> _Material provided_:
def judge_one(session: Session, run: RunRecord, actor: str) -> RunJudgement:
    """Judge a finished run and keep the judgement unless the same inputs were judged before."""
    data, rule, verdicts, inputs = evaluate(session, run)
    outcome = J.worst([v.outcome for v in verdicts])
    interpretation = interpret_endurance(data, verdicts)
    last = session.exec(
        select(Judgement)
        .where(Judgement.run_id == run.id)
        .order_by(col(Judgement.judged_at).desc())
    ).first()
    new = last is None or last.inputs_sha256 != inputs
    if new:
        from testplan.store.signoff import ensure_open

        ensure_open(session, run.campaign_id)
        j = Judgement(
            run_id=run.id,
            revision_id=run.revision_id,
            rule=rule.name,
            guard_factor=rule.guard_factor,
            rule_agreement=rule.agreement,
            outcome=outcome,
            interpretation_json=audit.canonical(interpretation) if interpretation else None,
            tool_version=__version__,
            inputs_sha256=inputs,
            judged_by=actor,
        )
        session.add(j)
        session.flush()
        serial_ids = {s.serial: s.id for s in run_specimens(session, run)}
        for v in verdicts:
            session.add(
                VerdictRecord(
                    judgement_id=j.id,
                    criterion_key=v.criterion,
                    quantity=v.quantity,
                    specimen_id=serial_ids.get(v.specimen) if v.specimen else None,
                    outcome=v.outcome,
                    measured=v.measured,
                    unit=v.unit,
                    limit_min=v.limit_min,
                    limit_max=v.limit_max,
                    accept_min=v.accept_min,
                    accept_max=v.accept_max,
                    margin=v.margin,
                    uncertainty=v.uncertainty,
                    coverage_k=v.coverage_k,
                    window_start=v.window_start,
                    window_end=v.window_end,
                    detail=v.detail,
                    flags_json=audit.canonical(v.flags),
                    inputs_sha256=verdict_inputs(rule, v),
                )
            )
        session.flush()
        audit.append(
            session,
            actor=actor,
            action="run.judge",
            entity="judgement",
            entity_id=j.id,
            campaign_id=run.campaign_id,
            old={"judgement": str(last.id), "outcome": last.outcome} if last else None,
            new={
                "run": run.key,
                "outcome": outcome,
                "rule": rule.name,
                "inputs_sha256": inputs,
                "tool_version": __version__,
            },
        )
    return RunJudgement(
        run=run.key,
        procedure=run.procedure_key,
        leg=run.leg,
        specimens=data.specimens,
        rule=rule,
        outcome=outcome,
        verdicts=verdicts,
        inputs_sha256=inputs,
        new=new,
        interpretation=interpretation,
        checked=run.state == "checked",
    )


def judge_campaign(
    session: Session, *, campaign: str | None, runs: Sequence[str], actor: str
) -> tuple[CampaignRecord, list[RunJudgement]]:
    """Judge the named runs, or every finished run of the campaign."""
    camp = find_campaign(session, campaign)
    if runs:
        rows = [find_run(session, key, campaign=camp.reference) for key in runs]
        for row in rows:
            if row.state not in JUDGEABLE:
                raise RecordError(
                    f"cannot judge run {row.key}: it is {row.state}",
                    key="RUN",
                    fix="finish it first with `testplan record finish`",
                )
    else:
        rows = list(
            session.exec(
                select(RunRecord)
                .where(
                    RunRecord.campaign_id == camp.id,
                    col(RunRecord.state).in_(JUDGEABLE),
                )
                .order_by(col(RunRecord.started_at), col(RunRecord.key))
            ).all()
        )
    return camp, [judge_one(session, row, actor) for row in rows]


def _covered(session: Session, run: RunRecord) -> set[str]:
    """Criteria of the run that a deviation accepted by an authorised approver covers."""
    rows = session.exec(select(Deviation).where(Deviation.run_id == run.id)).all()
    return {d.criterion_key for d in rows if d.criterion_key}


def require_disposition(session: Session, run: RunRecord, actor: str) -> None:
    """Refuse a data check while a failed condition is neither covered by an accepted
    deviation nor the run invalidated, or while a run with outcome criteria has no
    observation. Called in the data check's unit of work, so a refusal undoes it."""
    procedure = run_procedure(session, run)
    outcomes = [c["id"] for c in procedure.get("criteria", []) if c["when"] == "outcome"]
    if (
        outcomes
        and not session.exec(select(Observation.id).where(Observation.run_id == run.id)).first()
    ):
        raise RecordError(
            f"run {run.key} has no observation, and its outcome criteria "
            f"({', '.join(outcomes)}) need one",
            key="RUN",
            fix="record them with `testplan record observe` first",
        )
    judged = judge_one(session, run, actor)
    open_ = J.uncovered_conditions(
        [(v.criterion, v.quantity, v.outcome) for v in judged.verdicts],
        _covered(session, run),
    )
    if open_:
        raise RecordError(
            f"run {run.key}: condition {open_[0]} failed and is not dispositioned",
            key="RUN",
            fix="record an approved deviation covering it (`testplan record deviation "
            f"--covers {open_[0]}`) or invalidate the run (`testplan record invalidate`)",
        )


def invalidate_run(session: Session, *, run: RunRecord, by: str, reason: str) -> RunRecord:
    """Declare a finished run invalid (its test conditions were not met) and plan its repeat
    as a new run of the same procedure on the same specimens. Returns the repeat."""
    _open(session, run.campaign_id)
    _state(run, ("finished",), "invalidate")
    if not reason.strip():
        raise RecordError("invalidating a run needs a reason", key="--reason")
    reason = clean_text(reason, key="--reason")
    person = require_role(session, by, "approver")
    assert run.finished_at is not None
    judge_one(session, run, person.initials)  # the evidence the invalidation rests on
    n = 2
    while session.exec(
        select(RunRecord.id).where(
            RunRecord.campaign_id == run.campaign_id, RunRecord.key == f"{run.key}-repeat{n}"
        )
    ).first():
        n += 1
    repeat = RunRecord(
        campaign_id=run.campaign_id,
        revision_id=run.revision_id,
        key=f"{run.key}-repeat{n}",
        procedure_key=run.procedure_key,
        leg=run.leg,
        facility=run.facility,
        planned_start=run.finished_at,
        planned_end=run.finished_at + (run.planned_end - run.planned_start),
        repeat_of_id=run.id,
    )
    run.state, run.invalid_reason = "invalid", reason
    session.add(run)
    session.add(repeat)
    session.flush()
    for spec in run_specimens(session, run):
        session.add(RunSpecimen(run_id=repeat.id, specimen_id=spec.id))
    session.flush()
    audit.append(
        session,
        actor=person.initials,
        action="run.invalidate",
        entity="run",
        entity_id=run.id,
        campaign_id=run.campaign_id,
        why=reason,
        old={"state": "finished"},
        new={"state": "invalid", "repeat": repeat.key},
    )
    audit.append(
        session,
        actor=person.initials,
        action="run.plan_repeat",
        entity="run",
        entity_id=repeat.id,
        campaign_id=run.campaign_id,
        why=f"repeat of invalid run {run.key}",
        new=audit.values_of(repeat, "key", "procedure_key", "planned_start", "planned_end"),
    )
    return repeat


@dataclass
class Claim:
    """One declared claim and the statement of conformity for it."""

    claim: str
    status: str
    runs: list[str]
    reason: str = ""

> _The problem_:
Up to and including the line with "outcome = J.worst([v.outcome", repeat the entries exactly, beginning at their first line.

> _Task response_:
def judge_one(session: Session, run: RunRecord, actor: str) -> RunJudgement:
    """Judge a finished run and keep the judgement unless the same inputs were judged before."""
    data, rule, verdicts, inputs = evaluate(session, run)
    outcome = J.worst([v.outcome for v in verdicts])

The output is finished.